You’re excited to install the latest update for your favourite app. You hit download, the installation runs smoothly, and everything looks fine until you realise the update wasn’t from the developer at all. It was tampered with. Your system is now quietly leaking data to an attacker.

Biggest Supply Chain Attack Scenario

Software supply chain attacks have become one of the fastest-growing threats in cybersecurity. Hackers don’t need to break into your laptop directly if they can compromise the software you trust.

Recently, on September 8, 2025, the biggest supply chain attack on the npm to date occurred as attackers breached 18 common packages, including such popular utility packages as chalk, debug, and ansi-styles.

By using an advanced phishing campaign bypassing the authentication of a trusted developer of the npm account using a spoofed domain (npmjs.help), the attackers obtained the right to publish.

They put in malicious code that was to steal cryptocurrency by intercepting browser wallet transactions. It was estimated that with these packages downloaded more than 2 billion times weekly, the versions that got compromised were downloaded 2.5 million times within the two-hour window when someone downloaded them before the community found and deleted them.

Although it was actually approximately 500 in cryptocurrency that was stolen, this event showed particular attention to how a single account compromised as a maintainer can spread through the entire JavaScript ecosystem in a few hours.

This raises a critical question. How do you know the file you just downloaded is authentic? How do you ensure it hasn’t been altered along the way?

That’s where digital signatures come in. Whether it’s a GPG signature used widely in the open-source world or a PKI-based code signing certificate used in enterprise software, these cryptographic tools act like tamper-proof seals. They don’t just protect the integrity of code; they build trust between developers and users.

By the end of this article, you’ll know the key differences between GPG signatures and PKI code signing signatures, when to use each, and most importantly, how they keep your software (and users) safe from cyber risks.

What is GPG?

If you’ve ever wondered how developers and security professionals keep their files, code, or emails safe from tampering, you’ll eventually come across GPG, short for GNU Privacy Guard.

GPG is an encryption and signing tool built on the OpenPGP standard, and it’s like the Swiss Army knife of digital trust. It allows you to do three critical things:

• Encrypt data so only the intended recipient can read it.
• Sign data so people know it really came from you.
• Verify integrity so you’re sure nothing was altered along the way.

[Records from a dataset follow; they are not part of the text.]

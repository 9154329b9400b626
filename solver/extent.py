"""How much time and how wide a band an experiment needs, and the grid chosen from that.

Rules of thumb from the parameters alone. What decides in the end is measured on the light: the
grid follows it (:mod:`solver.passage`), and what does not fit is flagged.
"""

import math
from collections.abc import Iterable, Iterator, Sequence
from dataclasses import dataclass
from typing import Protocol

from solver.quantity import Contradiction
from solver.receiving import Ensemble, Receiver
from solver.sending import Amplifier, Launch, Relation, Shaper, Source
from solver.span import Span
from solver.units import attenuation_per_km, effective_length_km, ratio_from_db

NARROWEST_GHZ = 1e-9
"""Stands for the width of a spectrum that is a line."""
COHERENCE_TIMES = 160.0
"""Times over the source's width that a window holds, so that a realization says something."""
BAND_IN_RMS = 4.8
"""Half-width of a spectrum where it has fallen to 1e-5, in rms widths: measured from 0.1 to 1 W
on Gaussian light of 20 GHz in 10 km of normal dispersion."""
CLEAR = 1.15
"""The band is this much wider, so that its edges stay empty."""
FEWEST_SAMPLES, MOST_SAMPLES = 256, 2**22
LONGEST_WINDOW_PS = 1e7
MOST_GAIN_DB = 300.0
BRIGHTEST_W = 1e30
THERMAL_SLOPE = 1.5
"""Rms rate of a Kerr phase of thermal light, over mean phase times rms width: about √2."""


class Path(Protocol):
    """The stages of an experiment."""

    @property
    def source(self) -> Source: ...
    @property
    def relation(self) -> Relation: ...
    @property
    def shaper(self) -> Shaper: ...
    @property
    def booster(self) -> Amplifier: ...
    @property
    def launch(self) -> Launch: ...
    @property
    def line(self) -> Sequence[Span]: ...
    @property
    def preamplifier(self) -> Amplifier: ...
    @property
    def receiver(self) -> Receiver: ...
    @property
    def ensemble(self) -> Ensemble: ...


@dataclass(frozen=True)
class Need:
    """What one effect asks of the window (unit ps) or of the band to either side (GHz)."""

    title: str
    value: float
    unit: str


@dataclass(frozen=True)
class Suggestion:
    """A grid, and what asked for it: every need, the largest of each unit decides."""

    window_ps: float
    samples: int
    needs: tuple[Need, ...]


def spread_ps(path: Path, half_band_ghz: float) -> float:
    """Largest spread of arrival times that the line gives to light of a band, along its way, ps.

    From the group delay β2 Ω + β3 Ω²/2 + β4 Ω³/6 of the spans so far, whose dispersions may
    cancel; delays between the components and three times the mean polarization-mode dispersion
    come on top.
    """
    reach = 2e-3 * math.pi * half_band_ghz
    second = third = fourth = delays = mode_squared = largest = 0.0
    for span in path.line:
        length = span.length_km
        second += span.beta2(path.source.wavelength_nm) * length
        third += span.beta3_ps3_per_km * length
        fourth += span.beta4_ps4_per_km * length
        delays += abs(span.delay_ps_per_km) * length
        delays += abs(span.delay_slope_ps2_per_km) * length * reach
        mode_squared += span.pmd_ps_per_sqrt_km**2 * length
        spread = 2 * abs(second) * reach + abs(third) * reach**2 / 2 + abs(fourth) * reach**3 / 3
        largest = max(largest, spread + delays + 3.0 * math.sqrt(mode_squared))
    return largest


def broadened_ghz(path: Path) -> float:
    """Rms width of the spectrum at the end of the line, at most, GHz.

    In each span the Kerr phase adds its rms rate, until the energy that the Kerr effect can turn
    into bandwidth is used up, β2 ω² ≤ γ c P (conservation of the Hamiltonian, as an estimate).
    """
    start = 2e-3 * math.pi * path.source.coherence_width_ghz / math.sqrt(8.0 * math.log(2.0))
    squared = start**2
    launch = path.launch
    power_w = 1e-3 * launch.total_power_mw
    for span in path.line:
        # No light survives such gains anyway; the arithmetic has to.
        most_db_per_km = MOST_GAIN_DB / span.length_km
        net_db_per_km = max(span.loss_db_per_km - span.gain_db_per_km, -most_db_per_km)
        own, other = span.kerr_coefficients()
        shares = (launch.share_1, 1.0 - launch.share_1)
        factor = max(own * a + other * b for a, b in (shares, shares[::-1]))
        length_km = effective_length_km(span.length_km, net_db_per_km)
        through = math.exp(-attenuation_per_km(net_db_per_km) * span.length_km)
        rate = span.gamma_per_w_km * factor * power_w
        slope = THERMAL_SLOPE * rate * length_km * start
        beta2 = abs(span.beta2(path.source.wavelength_nm))
        brightest = rate * max(1.0, through)
        squared += min(slope * slope, brightest / beta2 if beta2 else math.inf)
        power_w = min(power_w * through * ratio_from_db(-span.joint_loss_db), BRIGHTEST_W)
    return 500.0 / math.pi * math.sqrt(squared)


def needs(path: Path) -> Iterator[Need]:
    """What each effect asks for."""
    coherent_ghz = max(path.source.coherence_width_ghz, NARROWEST_GHZ)
    ensemble, receiver = path.ensemble, path.receiver
    rms_ghz = broadened_ghz(path)
    yield Need("coherence times of the source", 1e3 * COHERENCE_TIMES / coherent_ghz, "ps")
    yield Need("spread by the line", 4.0 * spread_ps(path, BAND_IN_RMS * rms_ghz / 2), "ps")
    delay_ps = abs(path.launch.skew_ps)
    if path.relation.kind == "delayed":
        delay_ps += abs(path.relation.delay_ps)
    yield Need("longest delay and lag", 2.0 * (delay_ps + ensemble.max_lag_ps), "ps")
    if path.relation.kind == "hilbert" and path.relation.notch_ghz:
        yield Need("notch of the sign step", 8e3 / path.relation.notch_ghz, "ps")
    if path.shaper.resolution_ghz:
        yield Need("resolution of the shaper", 2e3 / path.shaper.resolution_ghz, "ps")

    yield Need("source", 2.0 * path.source.full_width_ghz, "GHz")
    yield Need("spectrum broadened by the Kerr effect", BAND_IN_RMS * rms_ghz * CLEAR, "GHz")
    for name, band_ghz in (
        ("band-pass of the booster", path.booster.bandpass_ghz),
        ("band-pass of the preamplifier", path.preamplifier.bandpass_ghz),
    ):
        if band_ghz is not None:
            yield Need(name, band_ghz, "GHz")
    for name, shape, bandwidth_ghz in (
        ("receiver", receiver.filter, receiver.bandwidth_ghz),
        ("digitizer", receiver.digitizer_filter, receiver.digitizer_bandwidth_ghz),
    ):
        if shape != "none":
            yield Need(f"memory of the {name}", 8e3 / bandwidth_ghz, "ps")
            yield Need(f"bandwidth of the {name}", 2.0 * bandwidth_ghz, "GHz")
    if ensemble.wall_smoothing_ps:
        yield Need("smoothing before walls are counted", 1e3 / ensemble.wall_smoothing_ps, "GHz")


def suggest(paths: Iterable[Path]) -> Suggestion:
    """The smallest grid that suits all of these experiments, which share it.

    Raises Contradiction where that is larger than any allowed.
    """
    largest: dict[str, Need] = {}
    for path in paths:
        for need in needs(path):
            known = largest.get(need.title)
            if known is None or need.value > known.value:
                largest[need.title] = need
    found = sorted(largest.values(), key=lambda need: (need.unit != "ps", -need.value))
    longest = next(need for need in found if need.unit == "ps")
    widest = next(need for need in found if need.unit == "GHz")
    if longest.value > LONGEST_WINDOW_PS / 2.0:
        raise Contradiction(
            "ensemble.grid",
            f"no window is long enough for the {longest.title}, which takes "
            f"{longest.value:.3g} ps: at most half of {LONGEST_WINDOW_PS:g} ps is allowed",
        )
    window_ps = 2.0 ** math.ceil(math.log2(longest.value))
    wanted = 2e-3 * widest.value * window_ps
    if wanted > MOST_SAMPLES:
        raise Contradiction(
            "ensemble.grid",
            f"no grid is large enough: {longest.title} takes {longest.value:.3g} ps and "
            f"{widest.title} ±{widest.value:.3g} GHz, which is {wanted:.3g} samples; at most "
            f"{MOST_SAMPLES} are allowed: make one of them smaller",
        )
    samples = max(2 ** math.ceil(math.log2(wanted)), FEWEST_SAMPLES)
    return Suggestion(window_ps, samples, tuple(found))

In other words, GPG is all about trust and authenticity in a world where anyone can copy or tamper with files.

The open-source community swears by it. Why? Because GPG is free, transparent, and doesn’t depend on a big central authority. Developers use it to prove that the code you’re downloading is actually theirs, not something a hacker slipped in during transit.

Recommended: Top 10 Security Tips to Prevent Downloading Malicious Code or Data

How GPG Signature Work?

Okay, so how does a GPG signature actually work? Let’s keep it simple.

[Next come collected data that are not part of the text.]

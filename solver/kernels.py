"""Every compiled loop, each made once per precision from one source.

Each kernel has a plain numpy twin in tests/reference.py. Full ``fastmath`` is used nowhere:
the Kerr and linear kernels allow contraction into fused multiply-adds only, since NaN must
survive to be seen; sums may be reassociated as well, which is still the same to the bit on one
machine. Kernels are compiled for the processor at hand and cached beside the package.
"""

import math
from collections.abc import Callable
from functools import cache
from typing import Any

import numpy as np
from numba import njit

from solver.grid import Field, Real

Kernel = Callable[..., Any]
Floating = type[np.float32] | type[np.float64]


@cache
def kerr_rotation(dtype: Floating) -> Kernel:
    """Kernel ``rotate(field, self_phase, cross_phase)``: the exact Kerr flow, in place.

    field: complex, shape (realizations, 2, samples), √W.
    Each component turns by self_phase·|own|² + cross_phase·|other|² rad (phases in rad/W).

    The turn is reduced to (−π, π], the sine and cosine of its quarter are taken from Taylor
    polynomials good to half a unit in the last place on [−π/4, π/4], and the angle is doubled
    twice: no branch and no table stands in the way of vector instructions.
    """
    s1, s2, s3, s4, s5, s6, s7 = (dtype((-1) ** n / math.factorial(2 * n + 1)) for n in range(1, 8))
    c1, c2, c3, c4, c5, c6, c7, c8 = (dtype((-1) ** n / math.factorial(2 * n)) for n in range(1, 9))
    short = dtype is np.float32
    # Adding and taking away 1.5·2^(mantissa bits) rounds to a whole number of turns.
    rounder = dtype(1.5 * 2.0 ** np.finfo(dtype).nmant)
    turns_per_rad = dtype(1.0 / (2.0 * math.pi))
    # 2π in two parts; the first has few enough bits for exact products with whole numbers.
    coarse = dtype(6.28125)
    fine = dtype(2.0 * math.pi - 6.28125)
    one, two, quarter = dtype(1.0), dtype(2.0), dtype(0.25)

    @njit(inline="always", fastmath={"contract"})
    def turn(angle: Any) -> Any:
        whole = (angle * turns_per_rad + rounder) - rounder
        t = ((angle - whole * coarse) - whole * fine) * quarter
        x = t * t
        if short:
            sine = t + t * x * (s1 + x * (s2 + x * (s3 + x * s4)))
            cosine = one + x * (c1 + x * (c2 + x * (c3 + x * (c4 + x * c5))))
        else:
            sine = t + t * x * (s1 + x * (s2 + x * (s3 + x * (s4 + x * (s5 + x * (s6 + x * s7))))))
            cosine = one + x * (
                c1 + x * (c2 + x * (c3 + x * (c4 + x * (c5 + x * (c6 + x * (c7 + x * c8))))))
            )
        sine, cosine = two * sine * cosine, one - two * sine * sine
        return two * sine * cosine, one - two * sine * sine

    @njit(cache=True, fastmath={"contract"}, error_model="numpy")
    def rotate(field: Field, self_phase: Any, cross_phase: Any) -> None:
        realizations, _, samples = field.shape
        for r in range(realizations):
            u = field[r, 0]
            v = field[r, 1]
            for i in range(samples):
                ur, ui, vr, vi = u[i].real, u[i].imag, v[i].real, v[i].imag
                p = ur * ur + ui * ui
                q = vr * vr + vi * vi
                sine, cosine = turn(self_phase * p + cross_phase * q)
                u[i] = complex(ur * cosine - ui * sine, ur * sine + ui * cosine)
                sine, cosine = turn(self_phase * q + cross_phase * p)
                v[i] = complex(vr * cosine - vi * sine, vr * sine + vi * cosine)

    return rotate


@njit(cache=True, fastmath={"contract"}, error_model="numpy")
def linear_flow(spectrum: Field, operator: Field) -> None:
    """Multiply every realization by one operator, in place.

    spectrum: complex, shape (realizations, 2, samples); operator: the same type, (2, samples).
    """
    realizations, components, samples = spectrum.shape
    for r in range(realizations):
        for j in range(components):
            line = spectrum[r, j]
            factor = operator[j]
            for i in range(samples):
                a, b = line[i], factor[i]
                line[i] = complex(
                    a.real * b.real - a.imag * b.imag, a.real * b.imag + a.imag * b.real
                )


@njit(cache=True, fastmath={"contract", "reassoc"}, error_model="numpy")
def band_energy(spectrum: Field, first: int, last: int) -> Real:
    """Energy of each realization in bins first to last − 1, both components; float64.

    spectrum: complex, shape (realizations, 2, samples), FFT order.
    """
    realizations, components, _ = spectrum.shape
    energy = np.empty(realizations)
    for r in range(realizations):
        total = 0.0
        for j in range(components):
            line = spectrum[r, j, first:last]
            partial = line[0].real * 0.0
            for i in range(line.size):
                partial += line[i].real * line[i].real + line[i].imag * line[i].imag
            total += partial
        energy[r] = total
    return energy


@njit(cache=True, fastmath={"contract", "reassoc"}, error_model="numpy")
def column_powers(field: Field, columns: int) -> Real:
    """Mean power of both components in equal parts of the window; float64, shape (2, columns).

    field: complex, shape (2, samples), √W; columns divides samples.
    """
    samples = field.shape[1]
    width = samples // columns
    powers = np.empty((2, columns))
    for j in range(2):
        line = field[j]
        for column in range(columns):
            total = 0.0
            for i in range(column * width, (column + 1) * width):
                real, imag = np.float64(line[i].real), np.float64(line[i].imag)
                total += real * real + imag * imag
            powers[j, column] = total / width
    return powers


@njit(cache=True, fastmath={"contract", "reassoc"}, error_model="numpy")
def intensity_moments(field: Field) -> Real:
    """Time means of I1, I2, I1², I2², I1·I2 of each realization; float64, shape (realizations, 5).

    field: complex, shape (realizations, 2, samples), √W.
    """
    realizations, _, samples = field.shape
    moments = np.empty((realizations, 5))
    for r in range(realizations):
        u = field[r, 0]
        v = field[r, 1]
        p1 = p2 = p11 = p22 = p12 = 0.0
        for i in range(samples):
            ur, ui = np.float64(u[i].real), np.float64(u[i].imag)
            vr, vi = np.float64(v[i].real), np.float64(v[i].imag)
            p = ur * ur + ui * ui
            q = vr * vr + vi * vi
            p1 += p
            p2 += q
            p11 += p * p
            p22 += q * q
            p12 += p * q
        moments[r, 0], moments[r, 1] = p1 / samples, p2 / samples
        moments[r, 2], moments[r, 3], moments[r, 4] = p11 / samples, p22 / samples, p12 / samples
    return moments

At the heart of GPG lies two keys:

• A private key (kept secret, like your personal pen).
• A public key (shared openly, like a magnifying glass that others can use).

Here’s the analogy:

Think of your private key as your pen; you use it to “sign” a document. Where’s your public key is like the magnifying glass that lets anyone check whether the signature is real or forged.

When you sign something with GPG, a piece of code or an email, you’re essentially stamping it with your digital fingerprint. Anyone who has your public key can verify that the file truly came from you and hasn’t been modified.

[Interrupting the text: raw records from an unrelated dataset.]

"""From spans of fibre to linear operators and Kerr coefficients.

For component j of 2 (k the other), with the upper sign for component 1,

    ∂A_j/∂z = −(α/2) A_j ∓ (δ/2) ∂A_j/∂t − i(β2/2) ∂²A_j/∂t² + (β3/6) ∂³A_j/∂t³
              + iγ (c_self |A_j|² + c_cross |A_k|²) A_j

(Agrawal, Nonlinear Fiber Optics, coupled-mode equations of a birefringent fibre; Manakov's
form after averaging over random birefringence). With δ > 0 component 1 falls *behind*
component 2: ∂A/∂z = −(δ/2) ∂A/∂t delays A by δz/2.
"""

from collections.abc import Sequence
from dataclasses import dataclass

import numpy as np

from solver.experiment import Span
from solver.grid import Complex, Grid
from solver.units import attenuation_per_km

PMD_SECTIONS = 32
"""Random sections that make up one span with polarization-mode dispersion."""


@dataclass(frozen=True)
class Section:
    """A piece of line with constant coefficients.

    rate: linear operator in the Fourier domain, 1/km, shape (2, samples), FFT order.
    kerr_self, kerr_cross: γ times the coupling's factors, 1/(W·km).
    axes: unitary (2, 2) that turns the components onto the section's own axes and is undone
    at its end; None where they coincide.
    """

    length_km: float
    rate: Complex
    kerr_self: float
    kerr_cross: float
    attenuation_per_km: float
    axes: Complex | None = None


def _linear_rate(span: Span, grid: Grid, wavelength_nm: float) -> Complex:
    omega = grid.omega
    beta2 = span.beta2(wavelength_nm)
    common = (
        -attenuation_per_km(span.loss_db_per_km) / 2
        + 0.5j * beta2 * omega**2
        - 1j / 6.0 * span.beta3_ps3_per_km * omega**3
    )
    skew = 0.5j * span.delay_ps_per_km * omega
    return np.stack([common - skew, common + skew])


def _random_axes(stream: np.random.Generator) -> Complex:
    """A unitary with determinant 1, uniform on SU(2): a unit quaternion in matrix form."""
    w, x, y, z = (q := stream.standard_normal(4)) / np.linalg.norm(q)
    return np.array([[w + 1j * x, y + 1j * z], [-y + 1j * z, w - 1j * x]])


def sections(
    line: Sequence[Span], grid: Grid, wavelength_nm: float, fibre_seed: int = 0
) -> list[Section]:
    """The line as sections of constant coefficients.

    A span with polarization-mode dispersion becomes random sections: turned axes, then a
    differential delay τ, chosen so that the mean differential group delay of the
    concatenation, τ √(8N/3π) for N sections (Foschini and Poole, J. Lightwave Technol. 9,
    1439, 1991: Maxwellian limit of a random walk), is PMD coefficient × √length.
    """
    made: list[Section] = []
    for index, span in enumerate(line):
        rate = _linear_rate(span, grid, wavelength_nm)
        factors = span.kerr_coefficients()
        kerr_self, kerr_cross = (span.gamma_per_w_km * factor for factor in factors)
        alpha = attenuation_per_km(span.loss_db_per_km)
        if not span.pmd_ps_per_sqrt_km:
            made.append(Section(span.length_km, rate, kerr_self, kerr_cross, alpha))
            continue
        stream = np.random.default_rng(np.random.SeedSequence(fibre_seed, spawn_key=(index,)))
        length = span.length_km / PMD_SECTIONS
        mean_ps = span.pmd_ps_per_sqrt_km * np.sqrt(span.length_km)
        delay_ps = mean_ps / np.sqrt(8.0 * PMD_SECTIONS / (3.0 * np.pi))
        skew = 0.5j * grid.omega * delay_ps / length
        turned = rate + np.stack([-skew, skew])
        made.extend(
            Section(length, turned, kerr_self, kerr_cross, alpha, _random_axes(stream))
            for _ in range(PMD_SECTIONS)
        )
    return made


def linear_response(made: Sequence[Section], response: Complex) -> Complex:
    """Carry a response of shape (2, 2 draws, samples) through the line with the Kerr term off."""
    for section in made:
        flow = np.exp(section.rate * section.length_km)[:, None, :]
        if section.axes is None:
            response = flow * response
        else:
            turned = np.einsum("jk,kdf->jdf", section.axes, response)
            response = np.einsum("kj,kdf->jdf", section.axes.conj(), flow * turned)
    return response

This is why there is a GPG signature everywhere in the technology world:

• Emails – Confirm that the receiver is not a spoofer of someone.
• Files – Make sure that files were not altered on transfer.
• Open-source projects – Developers sign their commits and releases, allowing the user to trust the source.

Recommended: Pros and Cons of Open-Source Software to Support Critical Infrastructure

PKI Code Signing

To know about digital trust, you must begin with PKI. It is tricky to say, yet the concept is straightforward: referees are a few companies. They vouch for who’s who. These are the certificate authorities: DigiCert, Certera, Sectigo, and GlobalSign. Once they provide you with a code signing certificate, it is a passport to your software.

Recommended: What is a Code Signing within the PKI?

How it operates is not that secret. A developer signs his or her code using a personal key associated with his or her certificate. When your computer encounters that code, it looks up the signature in a list of authorities it already trusts. In the event of a good match, the system reports it as OK. So this was sent by whom it claims to have been sent by. Otherwise, you receive the unknown publisher warning.

The impact? Huge. Without PKI code signing, downloading software would feel like rolling the dice. You’d never know if it was safe. With it, companies like Google (Chrome), Zoom, and Microsoft can ensure every update or executable is instantly trusted by millions of devices worldwide.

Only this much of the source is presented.